Lines of the records that hold the word "filled" are to be counted; give the number and nothing more.

[Stored items]

*** Begin section ***

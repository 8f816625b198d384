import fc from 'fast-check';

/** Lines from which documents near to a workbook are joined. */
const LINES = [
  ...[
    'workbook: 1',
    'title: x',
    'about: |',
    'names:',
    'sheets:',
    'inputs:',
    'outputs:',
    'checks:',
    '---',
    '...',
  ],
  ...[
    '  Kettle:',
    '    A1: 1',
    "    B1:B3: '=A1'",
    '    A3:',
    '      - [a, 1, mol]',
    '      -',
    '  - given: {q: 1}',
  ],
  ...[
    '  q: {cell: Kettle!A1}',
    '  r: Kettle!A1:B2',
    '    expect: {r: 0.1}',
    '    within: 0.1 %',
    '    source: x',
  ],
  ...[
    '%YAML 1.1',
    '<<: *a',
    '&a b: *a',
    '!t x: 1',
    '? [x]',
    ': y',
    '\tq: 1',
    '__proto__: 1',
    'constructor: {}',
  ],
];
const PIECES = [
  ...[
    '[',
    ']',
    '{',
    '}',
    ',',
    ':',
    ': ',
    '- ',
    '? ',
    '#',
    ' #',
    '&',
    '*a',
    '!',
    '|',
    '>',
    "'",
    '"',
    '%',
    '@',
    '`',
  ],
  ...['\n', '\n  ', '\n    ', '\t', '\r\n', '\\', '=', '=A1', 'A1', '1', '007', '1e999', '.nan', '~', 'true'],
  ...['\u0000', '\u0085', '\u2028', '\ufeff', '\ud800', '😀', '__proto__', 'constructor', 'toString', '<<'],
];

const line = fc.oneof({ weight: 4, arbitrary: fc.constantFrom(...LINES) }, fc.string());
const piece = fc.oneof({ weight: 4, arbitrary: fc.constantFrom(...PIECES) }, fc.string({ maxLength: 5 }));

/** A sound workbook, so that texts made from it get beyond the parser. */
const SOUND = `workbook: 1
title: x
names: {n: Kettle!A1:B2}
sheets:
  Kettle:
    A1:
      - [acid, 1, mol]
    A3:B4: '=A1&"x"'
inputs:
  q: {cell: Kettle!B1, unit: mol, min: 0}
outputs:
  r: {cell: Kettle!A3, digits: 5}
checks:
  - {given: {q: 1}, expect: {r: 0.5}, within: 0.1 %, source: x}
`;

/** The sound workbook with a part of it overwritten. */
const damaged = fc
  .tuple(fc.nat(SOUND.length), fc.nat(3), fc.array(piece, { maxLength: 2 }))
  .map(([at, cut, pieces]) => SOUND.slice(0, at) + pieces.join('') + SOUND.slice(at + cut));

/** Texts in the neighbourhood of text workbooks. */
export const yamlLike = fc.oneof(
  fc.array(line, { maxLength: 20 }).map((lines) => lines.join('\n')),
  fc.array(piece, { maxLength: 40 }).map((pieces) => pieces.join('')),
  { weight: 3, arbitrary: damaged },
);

*** End section ***
*** Begin section ***

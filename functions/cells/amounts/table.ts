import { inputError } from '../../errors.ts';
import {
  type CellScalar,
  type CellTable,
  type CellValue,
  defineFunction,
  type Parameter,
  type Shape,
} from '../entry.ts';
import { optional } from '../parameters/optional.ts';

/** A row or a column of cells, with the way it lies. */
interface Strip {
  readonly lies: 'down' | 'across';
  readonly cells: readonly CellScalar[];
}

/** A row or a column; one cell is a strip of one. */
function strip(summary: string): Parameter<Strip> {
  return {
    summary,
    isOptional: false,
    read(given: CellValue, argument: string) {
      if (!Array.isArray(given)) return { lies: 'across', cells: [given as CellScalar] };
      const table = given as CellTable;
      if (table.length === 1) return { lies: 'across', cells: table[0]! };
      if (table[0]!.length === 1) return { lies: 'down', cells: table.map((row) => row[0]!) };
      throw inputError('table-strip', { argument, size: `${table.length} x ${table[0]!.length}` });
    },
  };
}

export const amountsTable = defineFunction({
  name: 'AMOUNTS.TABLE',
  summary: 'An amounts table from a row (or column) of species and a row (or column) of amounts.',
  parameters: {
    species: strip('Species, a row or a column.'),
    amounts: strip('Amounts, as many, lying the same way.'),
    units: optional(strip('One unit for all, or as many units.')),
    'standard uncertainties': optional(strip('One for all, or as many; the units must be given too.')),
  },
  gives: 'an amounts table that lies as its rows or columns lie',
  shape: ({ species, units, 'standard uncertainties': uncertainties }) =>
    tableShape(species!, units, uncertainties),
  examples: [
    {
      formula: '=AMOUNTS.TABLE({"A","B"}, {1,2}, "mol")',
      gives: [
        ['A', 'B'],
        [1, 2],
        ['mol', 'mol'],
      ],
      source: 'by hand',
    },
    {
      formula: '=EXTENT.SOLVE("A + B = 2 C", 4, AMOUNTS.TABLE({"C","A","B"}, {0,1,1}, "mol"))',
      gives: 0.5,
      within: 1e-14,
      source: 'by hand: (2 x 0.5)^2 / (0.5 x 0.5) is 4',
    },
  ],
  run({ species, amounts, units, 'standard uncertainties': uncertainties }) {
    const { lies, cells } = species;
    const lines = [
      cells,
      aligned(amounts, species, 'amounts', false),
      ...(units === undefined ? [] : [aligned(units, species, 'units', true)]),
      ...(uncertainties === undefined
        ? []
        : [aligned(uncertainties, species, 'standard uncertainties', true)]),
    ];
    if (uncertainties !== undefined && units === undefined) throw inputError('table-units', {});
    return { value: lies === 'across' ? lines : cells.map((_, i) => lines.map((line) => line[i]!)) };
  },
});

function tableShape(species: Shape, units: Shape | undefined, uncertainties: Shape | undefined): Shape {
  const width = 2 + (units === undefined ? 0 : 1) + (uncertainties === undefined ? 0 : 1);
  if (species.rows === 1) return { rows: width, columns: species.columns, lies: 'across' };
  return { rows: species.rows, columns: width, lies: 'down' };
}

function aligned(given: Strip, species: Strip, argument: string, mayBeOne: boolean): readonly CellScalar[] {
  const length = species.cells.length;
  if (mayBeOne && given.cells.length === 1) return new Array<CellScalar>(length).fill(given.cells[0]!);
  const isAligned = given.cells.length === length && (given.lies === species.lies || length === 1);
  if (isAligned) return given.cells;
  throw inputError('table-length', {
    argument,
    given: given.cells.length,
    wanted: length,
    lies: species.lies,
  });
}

*** End section ***
*** Begin section ***

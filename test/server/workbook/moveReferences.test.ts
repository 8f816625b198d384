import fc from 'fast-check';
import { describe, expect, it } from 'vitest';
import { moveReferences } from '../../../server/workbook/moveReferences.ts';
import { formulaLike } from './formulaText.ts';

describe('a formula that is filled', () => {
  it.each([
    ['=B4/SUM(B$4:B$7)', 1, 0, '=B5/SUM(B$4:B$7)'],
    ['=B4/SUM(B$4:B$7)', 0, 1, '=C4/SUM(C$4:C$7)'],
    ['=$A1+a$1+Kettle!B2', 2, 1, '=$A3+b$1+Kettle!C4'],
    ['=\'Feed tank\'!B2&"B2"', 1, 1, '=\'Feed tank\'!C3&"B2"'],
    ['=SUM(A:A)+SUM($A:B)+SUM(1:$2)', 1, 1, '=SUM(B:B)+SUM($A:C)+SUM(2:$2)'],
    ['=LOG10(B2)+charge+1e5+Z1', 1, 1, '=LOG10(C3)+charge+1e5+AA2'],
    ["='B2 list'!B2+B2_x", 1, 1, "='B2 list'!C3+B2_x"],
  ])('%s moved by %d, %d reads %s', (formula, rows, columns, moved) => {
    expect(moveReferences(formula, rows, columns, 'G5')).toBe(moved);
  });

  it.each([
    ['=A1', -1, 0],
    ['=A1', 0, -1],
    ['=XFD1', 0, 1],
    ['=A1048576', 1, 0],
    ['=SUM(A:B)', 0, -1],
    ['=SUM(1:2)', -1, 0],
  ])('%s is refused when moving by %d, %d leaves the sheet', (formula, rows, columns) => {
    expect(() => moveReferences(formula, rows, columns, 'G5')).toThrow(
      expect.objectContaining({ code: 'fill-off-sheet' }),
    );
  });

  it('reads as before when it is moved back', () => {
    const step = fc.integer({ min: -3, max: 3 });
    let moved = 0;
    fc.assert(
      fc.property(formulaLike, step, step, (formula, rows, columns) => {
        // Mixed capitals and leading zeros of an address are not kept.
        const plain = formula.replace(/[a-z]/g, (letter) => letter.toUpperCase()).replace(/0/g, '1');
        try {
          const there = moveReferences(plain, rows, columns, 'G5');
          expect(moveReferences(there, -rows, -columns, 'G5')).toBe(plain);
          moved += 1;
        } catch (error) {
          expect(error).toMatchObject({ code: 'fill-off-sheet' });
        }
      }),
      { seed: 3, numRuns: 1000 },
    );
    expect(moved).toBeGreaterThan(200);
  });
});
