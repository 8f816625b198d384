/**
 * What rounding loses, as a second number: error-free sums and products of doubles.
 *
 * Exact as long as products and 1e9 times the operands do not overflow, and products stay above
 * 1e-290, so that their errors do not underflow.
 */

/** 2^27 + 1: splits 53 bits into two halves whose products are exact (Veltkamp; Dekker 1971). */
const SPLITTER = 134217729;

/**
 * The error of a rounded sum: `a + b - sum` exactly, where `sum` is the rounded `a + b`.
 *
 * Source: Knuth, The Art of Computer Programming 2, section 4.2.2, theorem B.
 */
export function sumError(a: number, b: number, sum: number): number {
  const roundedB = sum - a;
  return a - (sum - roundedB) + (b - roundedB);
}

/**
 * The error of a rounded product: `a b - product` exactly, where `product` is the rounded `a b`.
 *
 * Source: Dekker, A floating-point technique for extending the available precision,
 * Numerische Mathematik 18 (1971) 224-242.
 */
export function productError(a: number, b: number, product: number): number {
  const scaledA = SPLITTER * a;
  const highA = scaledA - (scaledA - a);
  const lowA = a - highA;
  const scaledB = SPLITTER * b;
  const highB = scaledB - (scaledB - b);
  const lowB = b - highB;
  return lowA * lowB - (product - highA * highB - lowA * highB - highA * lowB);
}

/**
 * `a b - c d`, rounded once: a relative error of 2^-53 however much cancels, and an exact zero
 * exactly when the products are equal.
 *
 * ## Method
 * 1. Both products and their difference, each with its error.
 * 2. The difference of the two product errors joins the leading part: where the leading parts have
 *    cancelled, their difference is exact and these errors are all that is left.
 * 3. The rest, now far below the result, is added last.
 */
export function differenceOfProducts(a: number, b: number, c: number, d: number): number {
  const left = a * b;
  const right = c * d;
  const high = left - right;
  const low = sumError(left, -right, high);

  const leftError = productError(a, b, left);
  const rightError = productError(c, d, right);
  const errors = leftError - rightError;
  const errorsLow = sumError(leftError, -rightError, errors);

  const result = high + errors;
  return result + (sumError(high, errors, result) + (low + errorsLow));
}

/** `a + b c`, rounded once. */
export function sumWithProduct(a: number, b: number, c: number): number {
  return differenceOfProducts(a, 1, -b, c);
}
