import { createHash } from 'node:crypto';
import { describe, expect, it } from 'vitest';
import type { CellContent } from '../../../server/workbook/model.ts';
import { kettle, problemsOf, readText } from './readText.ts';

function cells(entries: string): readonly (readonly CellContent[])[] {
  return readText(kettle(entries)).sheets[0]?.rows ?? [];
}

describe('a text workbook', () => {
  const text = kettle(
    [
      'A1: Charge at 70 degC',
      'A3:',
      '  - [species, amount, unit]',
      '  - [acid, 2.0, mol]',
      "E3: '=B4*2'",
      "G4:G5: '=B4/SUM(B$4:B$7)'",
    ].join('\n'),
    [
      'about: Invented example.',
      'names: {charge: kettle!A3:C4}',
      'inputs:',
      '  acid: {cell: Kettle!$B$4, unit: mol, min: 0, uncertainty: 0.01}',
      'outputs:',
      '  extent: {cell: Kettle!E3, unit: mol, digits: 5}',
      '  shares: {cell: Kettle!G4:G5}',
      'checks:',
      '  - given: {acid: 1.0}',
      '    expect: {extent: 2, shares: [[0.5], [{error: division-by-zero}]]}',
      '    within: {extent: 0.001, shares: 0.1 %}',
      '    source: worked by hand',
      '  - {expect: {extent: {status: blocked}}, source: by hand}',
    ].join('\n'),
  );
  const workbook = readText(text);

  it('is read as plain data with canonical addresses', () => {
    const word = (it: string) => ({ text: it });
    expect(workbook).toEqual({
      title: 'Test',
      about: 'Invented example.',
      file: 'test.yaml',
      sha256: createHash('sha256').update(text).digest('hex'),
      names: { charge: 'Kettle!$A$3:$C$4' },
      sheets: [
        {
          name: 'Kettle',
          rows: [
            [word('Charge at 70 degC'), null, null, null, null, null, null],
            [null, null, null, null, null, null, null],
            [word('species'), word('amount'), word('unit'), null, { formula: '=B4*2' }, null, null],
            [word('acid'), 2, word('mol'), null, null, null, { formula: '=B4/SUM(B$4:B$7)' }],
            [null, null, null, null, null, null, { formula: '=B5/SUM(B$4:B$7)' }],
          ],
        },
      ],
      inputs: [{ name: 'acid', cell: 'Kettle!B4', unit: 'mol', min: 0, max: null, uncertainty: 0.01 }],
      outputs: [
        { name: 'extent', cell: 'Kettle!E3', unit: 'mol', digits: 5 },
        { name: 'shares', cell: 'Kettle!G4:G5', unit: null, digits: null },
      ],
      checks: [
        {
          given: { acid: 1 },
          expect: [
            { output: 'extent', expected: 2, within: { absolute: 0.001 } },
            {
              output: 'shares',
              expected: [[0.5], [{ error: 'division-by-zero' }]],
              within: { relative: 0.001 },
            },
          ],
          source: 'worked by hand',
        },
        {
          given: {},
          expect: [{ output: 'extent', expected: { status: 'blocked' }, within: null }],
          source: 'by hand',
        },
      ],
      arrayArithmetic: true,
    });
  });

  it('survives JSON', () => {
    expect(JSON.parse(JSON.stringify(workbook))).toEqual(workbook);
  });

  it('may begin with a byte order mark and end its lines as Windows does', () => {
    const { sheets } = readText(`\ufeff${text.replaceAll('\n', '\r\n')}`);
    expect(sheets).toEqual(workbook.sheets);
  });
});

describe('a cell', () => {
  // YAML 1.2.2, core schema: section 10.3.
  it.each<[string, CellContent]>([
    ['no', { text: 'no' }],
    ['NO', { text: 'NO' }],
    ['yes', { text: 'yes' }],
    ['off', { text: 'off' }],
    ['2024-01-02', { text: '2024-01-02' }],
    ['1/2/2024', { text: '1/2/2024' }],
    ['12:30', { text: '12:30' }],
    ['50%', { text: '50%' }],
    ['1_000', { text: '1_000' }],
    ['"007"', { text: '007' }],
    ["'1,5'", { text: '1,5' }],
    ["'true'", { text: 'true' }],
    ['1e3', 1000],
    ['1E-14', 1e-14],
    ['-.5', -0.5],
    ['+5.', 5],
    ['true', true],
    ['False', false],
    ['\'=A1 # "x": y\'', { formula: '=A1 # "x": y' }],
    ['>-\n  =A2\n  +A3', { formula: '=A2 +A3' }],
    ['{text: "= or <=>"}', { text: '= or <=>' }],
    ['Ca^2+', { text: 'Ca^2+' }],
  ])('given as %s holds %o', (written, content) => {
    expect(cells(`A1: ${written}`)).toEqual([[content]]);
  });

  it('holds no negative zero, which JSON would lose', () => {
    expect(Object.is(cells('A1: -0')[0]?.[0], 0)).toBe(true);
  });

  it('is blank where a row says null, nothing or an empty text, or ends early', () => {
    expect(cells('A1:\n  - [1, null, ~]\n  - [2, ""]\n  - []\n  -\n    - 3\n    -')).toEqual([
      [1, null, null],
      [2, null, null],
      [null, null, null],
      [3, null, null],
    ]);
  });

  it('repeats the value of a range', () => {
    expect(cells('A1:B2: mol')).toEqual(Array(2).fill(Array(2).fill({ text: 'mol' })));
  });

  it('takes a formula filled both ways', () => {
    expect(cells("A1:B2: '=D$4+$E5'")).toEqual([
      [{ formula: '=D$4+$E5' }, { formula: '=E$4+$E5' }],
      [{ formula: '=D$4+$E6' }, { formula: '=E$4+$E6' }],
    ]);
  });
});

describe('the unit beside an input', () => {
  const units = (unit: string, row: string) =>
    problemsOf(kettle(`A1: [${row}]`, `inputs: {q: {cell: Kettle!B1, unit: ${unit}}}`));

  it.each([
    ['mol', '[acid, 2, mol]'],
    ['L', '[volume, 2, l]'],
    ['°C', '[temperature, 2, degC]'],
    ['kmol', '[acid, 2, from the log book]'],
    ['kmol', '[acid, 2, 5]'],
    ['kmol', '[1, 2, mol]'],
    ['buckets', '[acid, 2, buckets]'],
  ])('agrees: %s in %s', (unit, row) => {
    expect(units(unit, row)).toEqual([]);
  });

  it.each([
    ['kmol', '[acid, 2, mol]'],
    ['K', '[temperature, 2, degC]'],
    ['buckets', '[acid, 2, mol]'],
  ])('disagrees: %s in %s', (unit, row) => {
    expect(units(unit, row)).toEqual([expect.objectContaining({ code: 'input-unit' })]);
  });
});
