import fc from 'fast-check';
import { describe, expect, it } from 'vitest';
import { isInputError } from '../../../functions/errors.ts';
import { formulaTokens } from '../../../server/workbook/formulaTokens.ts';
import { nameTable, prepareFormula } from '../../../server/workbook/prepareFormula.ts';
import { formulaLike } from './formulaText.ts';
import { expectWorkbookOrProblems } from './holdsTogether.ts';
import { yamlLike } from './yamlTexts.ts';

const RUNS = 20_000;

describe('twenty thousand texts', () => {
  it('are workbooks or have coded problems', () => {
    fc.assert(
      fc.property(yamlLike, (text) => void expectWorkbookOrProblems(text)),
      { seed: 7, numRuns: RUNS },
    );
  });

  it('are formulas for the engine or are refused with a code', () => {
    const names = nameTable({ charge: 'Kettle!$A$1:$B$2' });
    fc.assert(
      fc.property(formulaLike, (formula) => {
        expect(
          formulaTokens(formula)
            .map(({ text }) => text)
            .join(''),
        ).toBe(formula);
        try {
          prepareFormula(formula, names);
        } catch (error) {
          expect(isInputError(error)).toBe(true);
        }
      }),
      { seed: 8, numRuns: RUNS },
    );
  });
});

*** End section ***

- _Task answer_:
2